According The Christian Science Monitor, Clinton did not mince words about who she prefers to see in the runoff, saying she would push for Mr. Préval to accept the recommendation of the Organization of American States (OAS). “We have made it very clear we support the OAS recommendations, and we would like to see those acted on,” she told reporters, according to a State Department transcript (Click on this link transcript to read the transcript) , adding that “at this time” there was no talk of suspending aid to Haiti.

Yes, the aid. It is the heavenly prize to win, not necessarily the election. The election is nothing but a means to an end. Whoever wins will presumably preside or oversee the millions of dollars set to go down to Haiti for the reconstruction effort. Money will certainly find its way into secret bank accounts across the world, into exclusive villas in Wellington in Palm Beach. And the people? Let them rot in abject poverty, as their outright nonchalance was exposed in their dealings with the dead in the aftermath of the earthquake.

Préval INITE (Unity) party, citing intimidation from the OAS, released a statement last week urging Mr. Célestin to step aside. There may yet be a middle way conducive to all parties. Robert Fatton Jr., a Haiti expert and professor at the University of Virginia, says one option being discussed is that the electoral council will announce a statistical tie between Célestin and Mr. Martelly, meaning three candidates will compete in the final round. “I wouldn’t be surprised if that’s what they did. It’s probably the easiest thing for them. That way, they would not be rejecting the OAS report, just modifying it,” he says. Falton continues to say that “the question would be whether the Americans would [support] that.”

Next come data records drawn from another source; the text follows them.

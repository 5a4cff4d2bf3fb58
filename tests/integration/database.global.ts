import { mkdtempSync, rmSync } from 'node:fs'
import { createConnection } from 'mysql2/promise'
import type { TestProject } from 'vitest/node'
import { appUser, startDatabase } from '../../app/commands/database.mjs'
import { sweepFolders } from '../../app/commands/database-folder.mjs'
import { grantApp } from '../../app/db/grants.server'
import { migrateDatabase } from '../../app/db/migrate.server'

declare module 'vitest' {
  export interface ProvidedContext {
    /** the urls of each worker's own database, the first worker's first */
    databases: { ownerUrl: string; appUrl: string }[]
  }
}

/** One MariaDB in memory for all integration tests, with a migrated database per worker; gone when they are done. */
export default async function setUp(project: TestProject): Promise<() => Promise<void>> {
  await sweepFolders('/dev/shm', 'cragfettle-test-')
  const folder = mkdtempSync('/dev/shm/cragfettle-test-')
  const server = await startDatabase({ folder })
  // a worker's number counts those of the other projects too, when all run together
  const workers = Math.max(
    Number(project.config.maxWorkers) || 1,
    Number(project.vitest.config.maxWorkers) || 1,
  )
  const databases = []
  for (let worker = 1; worker <= workers; worker++) databases.push(await addDatabase(server, worker))
  project.provide('databases', databases)
  return async () => {
    await server.stop()
    rmSync(folder, { recursive: true, force: true })
  }
}

async function addDatabase(server: { ownerUrl: string; appUrl: string }, worker: number) {
  const name = `cragfettle_${worker}`
  const connection = await createConnection(server.ownerUrl)
  await connection.query(`CREATE DATABASE ${name}`)
  await connection.end()
  const urls = { ownerUrl: toUrl(server.ownerUrl, name), appUrl: toUrl(server.appUrl, name) }
  await migrateDatabase({ ownerUrl: urls.ownerUrl })
  await grantApp({ ownerUrl: urls.ownerUrl, appUser })
  return urls
}

const toUrl = (url: string, database: string) =>
  Object.assign(new URL(url), { pathname: `/${database}` }).href
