import { and, asc, count, eq, inArray, isNull } from 'drizzle-orm'
import { alias } from 'drizzle-orm/mysql-core'
import type { Queryable } from '~/db/client.server'
import { anchors, areas, climbs, consents, cragOrganisations, crags, sectors } from '~/db/schema/crags'
import { organisations } from '~/db/schema/people'
import type { Subject, Viewer } from '~/people/viewer'
import type { ConditionState } from './condition-state'
import { conditionStates } from './condition-state'
import { visibleCrags } from './visible.server'

export type ConditionCounts = Record<ConditionState, number>

const noCounts = (): ConditionCounts => ({ severe: 0, poor: 0, fair: 0, unknown: 0, good: 0 })

/** the area around an area */
const regions = alias(areas, 'regions')

const listed = {
  id: crags.id,
  code: crags.code,
  name: crags.name,
  pos: crags.pos,
  areaName: areas.name,
  areaCode: areas.code,
  regionName: regions.name,
  worstState: crags.worstState,
  openHazards: crags.openHazards,
  notices: crags.notices,
}

async function countAnchors(db: Queryable, cragIds: string[]): Promise<Map<string, ConditionCounts>> {
  const found = new Map<string, ConditionCounts>()
  if (cragIds.length === 0) return found
  const rows = await db
    .select({ cragId: anchors.cragId, state: anchors.state, count: count() })
    .from(anchors)
    .where(and(inArray(anchors.cragId, cragIds), eq(anchors.life, 'in_place')))
    .groupBy(anchors.cragId, anchors.state)
  for (const row of rows) {
    const counts = found.get(row.cragId) ?? noCounts()
    counts[row.state] = row.count
    found.set(row.cragId, counts)
  }
  return found
}

async function countClimbs(db: Queryable, cragIds: string[]): Promise<Map<string, number>> {
  if (cragIds.length === 0) return new Map()
  const rows = await db
    .select({ cragId: sectors.cragId, count: count() })
    .from(climbs)
    .innerJoin(sectors, eq(sectors.id, climbs.sectorId))
    .where(and(inArray(sectors.cragId, cragIds), isNull(climbs.retiredAt)))
    .groupBy(sectors.cragId)
  return new Map(rows.map(row => [row.cragId, row.count]))
}

export interface ListedCrag {
  id: string
  code: string
  name: string
  pos: { lon: number; lat: number }
  areaName: string
  areaCode: string
  regionName: string | null
  worstState: ConditionState
  openHazards: number
  notices: number
  climbs: number
  counts: ConditionCounts
}

/** The crags a viewer may see, worst condition first, each with its routes and its fixed points by condition. */
export async function listCrags(db: Queryable, viewer: Viewer): Promise<ListedCrag[]> {
  const rows = await db
    .select(listed)
    .from(crags)
    .innerJoin(areas, eq(areas.id, crags.areaId))
    .leftJoin(regions, eq(regions.id, areas.parentId))
    .where(visibleCrags(viewer))
    .orderBy(asc(crags.name))
    .limit(500)
  const ids = rows.map(row => row.id)
  const [points, routes] = [await countAnchors(db, ids), await countClimbs(db, ids)]
  return rows
    .map(row => ({ ...row, climbs: routes.get(row.id) ?? 0, counts: points.get(row.id) ?? noCounts() }))
    .sort(byDanger)
}

/** Worst state first; of the same state, more points in it first, then by name. */
function byDanger(a: ListedCrag, b: ListedCrag): number {
  const worse = conditionStates.indexOf(a.worstState) - conditionStates.indexOf(b.worstState)
  if (worse !== 0) return worse
  return b.counts[b.worstState] - a.counts[a.worstState] || a.name.localeCompare(b.name)
}

/** The crag of a code if the viewer may see it, with consent and who looks after it; else null. */
export async function findCrag(db: Queryable, viewer: Viewer, code: string) {
  const [row] = await db
    .select({
      ...listed,
      sensitive: crags.sensitive,
      rock: crags.rock,
      seaKm: crags.seaKm,
      warmSea: crags.warmSea,
      aspect: crags.aspect,
      consent: crags.consent,
      policy: crags.policy,
      approach: crags.approach,
      timeZone: areas.timeZone,
    })
    .from(crags)
    .innerJoin(areas, eq(areas.id, crags.areaId))
    .leftJoin(regions, eq(regions.id, areas.parentId))
    .where(and(eq(crags.code, code), visibleCrags(viewer)))
    .limit(1)
  if (row === undefined) return null
  const counts = (await countAnchors(db, [row.id])).get(row.id) ?? noCounts()
  return { ...row, counts, organisations: await listKeepingOrganisations(db, row.id) }
}

/** Which organisations look after a crag, and with what remit. */
export async function listKeepingOrganisations(db: Queryable, cragId: string) {
  return await db
    .select({
      organisationId: cragOrganisations.organisationId,
      name: organisations.name,
      remit: cragOrganisations.remit,
      lead: cragOrganisations.lead,
    })
    .from(cragOrganisations)
    .innerJoin(organisations, eq(organisations.id, cragOrganisations.organisationId))
    .where(eq(cragOrganisations.cragId, cragId))
    .orderBy(asc(cragOrganisations.remit), asc(organisations.name))
    .limit(20)
}

/** What permission asks of a crag: its sensitivity and the organisations that look after it. */
export async function requireCragSubject(
  db: Queryable,
  cragId: string,
): Promise<Required<Pick<Subject, 'crag'>>> {
  const [row] = await db
    .select({ sensitive: crags.sensitive })
    .from(crags)
    .where(eq(crags.id, cragId))
    .limit(1)
  if (row === undefined) throw new Error(`no crag ${cragId}`)
  const held = await listKeepingOrganisations(db, cragId)
  return { crag: { sensitive: row.sensitive, organisations: held } }
}

/** The conditions an owner has set, newest first; private wording stays with members. */
export async function findConsent(db: Queryable, cragId: string) {
  const [row] = await db
    .select({ state: consents.state, untilOn: consents.untilOn, conditions: consents.conditions })
    .from(consents)
    .where(eq(consents.cragId, cragId))
    .limit(1)
  return row ?? null
}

Falton seemed to have been marching behind the curve. This is history. The iron lady has spoken.

Yet the OAS report has been criticized. An independent analysis of first-round ballots by the Washington-based Center for Economic and Policy Research found Célestin in second place. The center recommended elections be held anew.

Former Miami Herald reporter, Yves Colon, who now teaches at the University of Miami, says the US wants to see the election impasse resolved because “everything is hinging on the elections, meaning the reconstruction, the release of aid, everything. Nothing can be done until the election is resolved,” he says.

With the pace of reconstruction expected to pick up this year, Mr. Colon says there is reluctance to partner with a government in which Préval would still be influential. “Préval has not proven to be a very good partner. He’s been maneuvering behind the scenes … it’s Haitian politics as usual,” he says. “And Célestin is widely seen as Préval’s water boy.”

Runoff is set for March 20th. It remains to be seen how this is going to play out. With Jean-Claude “Baby Doc” Duvalier in the country and Aristide is on his way—according to latest report—bumpy and rocky may be the best adjectives to describe the road ahead.